[Stored data entries]
<<<<

#include <rocksdb/cache.h>
#include <rocksdb/table.h>
#include <rocksdb/write_batch.h>

#include <algorithm>
#include <chrono>
#include <cmath>
#include <cstring>
#include <deque>
#include <filesystem>
#include <fstream>
#include <future>
#include <optional>
#include <system_error>
#include <thread>
#include <nlohmann/json.hpp>

#include "index/collection_state.h"
#include "index/shape_codec.h"
#include "sketch/distance/frechet.h"
#include "sketch/durable_file.h"
#include "sketch/own_thread.h"

namespace waymark {
namespace {

using Json = nlohmann::json;

constexpr const char* kManifestKey = "manifest";
// 3: sketches under their landmark generation, beside the records (2 kept the one sketch
// inside the record; open() upgrades such a store in place).
constexpr int kFormat = 3;
constexpr int kUpgradableFormat = 2;
constexpr const char* kShapePrefix = "s/";
constexpr const char* kSketchPrefix = "v/";
constexpr const char* kAfterSketches = "v0";  // '0' follows '/' in byte order
constexpr const char* kLastWriteKey = "last_write";  // u64 milliseconds since the Unix epoch

void put_u64(std::string& out, std::uint64_t value) { out.append(reinterpret_cast<const char*>(&value), sizeof value); }

// `geometry`: encode_shape of the shape as given.
std::string encode_record(std::int64_t label, const std::string& geometry, const std::string& metadata) {
  std::string out;
  out.reserve(24 + geometry.size() + metadata.size());
  put_u64(out, static_cast<std::uint64_t>(label));
  put_u64(out, geometry.size());
  out += geometry;
  put_u64(out, 0);  // no embedded sketch (format 2 kept one here)
  out += metadata;
  return out;
}

struct DecodedSketch {
  std::int64_t label;
  std::vector<float> values;
};

Result<DecodedSketch> decode_sketch(const std::string& id, std::string_view bytes, std::size_t dimension) {
  if (bytes.size() != 8 + dimension * sizeof(float)) {
    return Status(StatusCode::data_loss, "store: sketch of '" + id + "' has " + std::to_string(bytes.size()) +
                                             " bytes, expected " + std::to_string(8 + dimension * sizeof(float)));
  }
  DecodedSketch sketch{0, std::vector<float>(dimension)};
  std::memcpy(&sketch.label, bytes.data(), 8);
  std::memcpy(sketch.values.data(), bytes.data() + 8, dimension * sizeof(float));
  return sketch;
}
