int ingest_command(const std::vector<std::string>& words) {
  Result<Arguments> arguments =
      Arguments::parse(words, with_server_flags({"id-property", "batch", "connections", "retries", "progress"}), {"resume"});
  if (!arguments || arguments->operands().size() < 2) {
    std::cerr << (arguments ? "" : "waymark ingest: " + arguments.status().to_string() + "\n") << kUsage;
    return kExitUsage;
  }
  Result<std::uint64_t> batch_size = arguments->count("batch", 1000);
  // Two batches at once keep a two-worker server busy: one is parsed while the other is written
  // (scripts/http-ingest-benchmark.py: 1.8x one connection's rate, 2026-12-03; clients/README.md).
  Result<std::uint64_t> connections = arguments->count("connections", 2);
  Result<std::uint64_t> retries = arguments->count("retries", 8);
  const std::string progress_flag = arguments->value_or("progress", "auto");
  if (!batch_size || !connections || !retries || *batch_size == 0 || *batch_size > 100000 || *connections == 0 ||
      *connections > 16 ||
      (progress_flag != "auto" && progress_flag != "bar" && progress_flag != "lines" && progress_flag != "none")) {
    std::cerr << "waymark ingest: --batch must be 1 to 100000, --connections 1 to 16, --retries a count, --progress "
                 "auto|bar|lines|none\n"
              << kUsage;
    return kExitUsage;
  }
  std::vector<std::unique_ptr<HttpClient>> clients;
  for (std::size_t c = 0; c < *connections; ++c) {
    Result<std::unique_ptr<HttpClient>> client = connect_from(*arguments);
    if (!client) {
      std::cerr << "waymark ingest: " << client.status().to_string() << "\n";
      return kExitUsage;
    }
    clients.push_back(std::move(*client));
  }
  HttpClient& client = *clients.front();
  const std::string collection = arguments->operands()[0];
  const std::vector<std::string> paths(arguments->operands().begin() + 1, arguments->operands().end());
  SourceOptions options;
  options.id_property = arguments->value_or("id-property", "");
  options.pass_plain_text = true;  // sent as read: the server checks it

  Result<Json> described = json_reply(client.send("GET", "/v1/collections/" + url_encode(collection)));
  if (!described) return fail(described.status().message());

  std::vector<SourceProblem> problems;
  std::size_t skipped_files = 0;
  const std::vector<std::filesystem::path> files = collect_input_files(paths, problems, skipped_files);

  // First pass: count, so that progress can show a total and an ETA.
  std::size_t total = 0;
  for (const auto& file : files) total += count_shapes(file, options);
  std::unordered_set<std::string> already;
  if (arguments->has("resume")) {
    Result<std::unordered_set<std::string>> ids = stored_ids(client, collection);
    if (!ids) return fail("listing the stored ids for --resume: " + ids.status().message());
    already = std::move(*ids);
  }

  ProgressReport::Style style = ProgressReport::Style::lines;
  if (progress_flag == "bar" || (progress_flag == "auto" && isatty(STDERR_FILENO))) style = ProgressReport::Style::bar;
  if (progress_flag == "none") style = ProgressReport::Style::none;
  const Clock::time_point start = Clock::now();

  Loader loader(std::move(clients), collection, *retries);
  std::size_t skipped_stored = 0;
  std::unordered_set<std::string> seen;
  std::vector<std::string> duplicates;
  Batch batch;
  bool stopped = false;
  ProgressReport progress(style, total);
  auto report_progress = [&](bool final) {
    progress.update(loader.accepted() + skipped_stored + loader.rejected(), problems.size() + loader.rejected(), final);
  };
  auto flush = [&]() {
    if (batch.where.empty() || stopped) return;
    const std::size_t body_bytes = batch.body.size();
    stopped = !loader.send(std::move(batch));
    batch = Batch();
    batch.body.reserve(body_bytes + body_bytes / 8);  // the next is likely as large: no regrowth
    report_progress(false);
  };
  for (const auto& file : files) {
    if (stopped) break;
    read_shape_file(file, options,
                    [&](SourceShape&& shape) {
                      if (stopped) return;
                      if (already.contains(shape.id)) {
                        ++skipped_stored;
                        return;
                      }
                      if (!seen.insert(shape.id).second && duplicates.size() < 100) {
                        duplicates.push_back(shape.id + " again at " + shape.where);
                      }
                      if (!shape.line.empty()) {
                        batch.body += shape.line;
                      } else {
                        Json line = {{"id", shape.id}, {"geometry", std::move(shape.geometry)}};
                        if (!shape.metadata.empty()) line["metadata"] = std::move(shape.metadata);
                        batch.body += line.dump(-1, ' ', false, Json::error_handler_t::replace);
                      }
                      batch.body += '\n';
                      batch.where.push_back(std::move(shape.where));
                      batch.ids.insert(shape.id);
                      if (batch.where.size() >= *batch_size) flush();
                    },
                    problems);
  }
  flush();
  loader.finish();
  report_progress(true);
  const std::size_t accepted = loader.accepted();
  const Status& failure = loader.failure();
  problems.insert(problems.end(), loader.problems().begin(), loader.problems().end());

  const double seconds = std::chrono::duration<double>(Clock::now() - start).count();
  std::printf("%s: stored %zu shapes from %zu %s in %.1f s (%.0f shapes/s)", collection.c_str(), accepted,
              files.size(), files.size() == 1 ? "file" : "files", seconds, seconds > 0 ? accepted / seconds : 0.0);
  if (skipped_stored > 0) std::printf("; skipped %zu already stored", skipped_stored);
  if (skipped_files > 0) {
    std::printf("; ignored %zu %s", skipped_files, skipped_files == 1 ? "file of another type" : "files of other types");
  }
  if (loader.retries_used() > 0) std::printf("; %zu retries after overload or lost connections", loader.retries_used());
  std::printf("\n");
  for (const std::string& duplicate : duplicates) {
    std::printf("note: id %s (the later shape replaced the earlier one)\n", duplicate.c_str());
  }
  if (!problems.empty()) {
    std::printf("rejected %zu inputs:\n", problems.size());
    for (const SourceProblem& problem : problems) std::printf("  %s: %s\n", problem.where.c_str(), problem.reason.c_str());
  }
  std::fflush(stdout);
  if (!failure.is_ok()) {
    return fail("stopped: " + failure.message() + "; " + std::to_string(accepted) +
                " shapes were stored before it. Rerun with --resume to continue.");
  }
  return problems.empty() ? kExitDone : kExitSomeRejected;
}

}  // namespace waymark::cli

>>>>

ASSIGNMENT — Reply with nothing but the number of lines in the entries above that hold the string "stopped".

YOUR SOLUTION — 6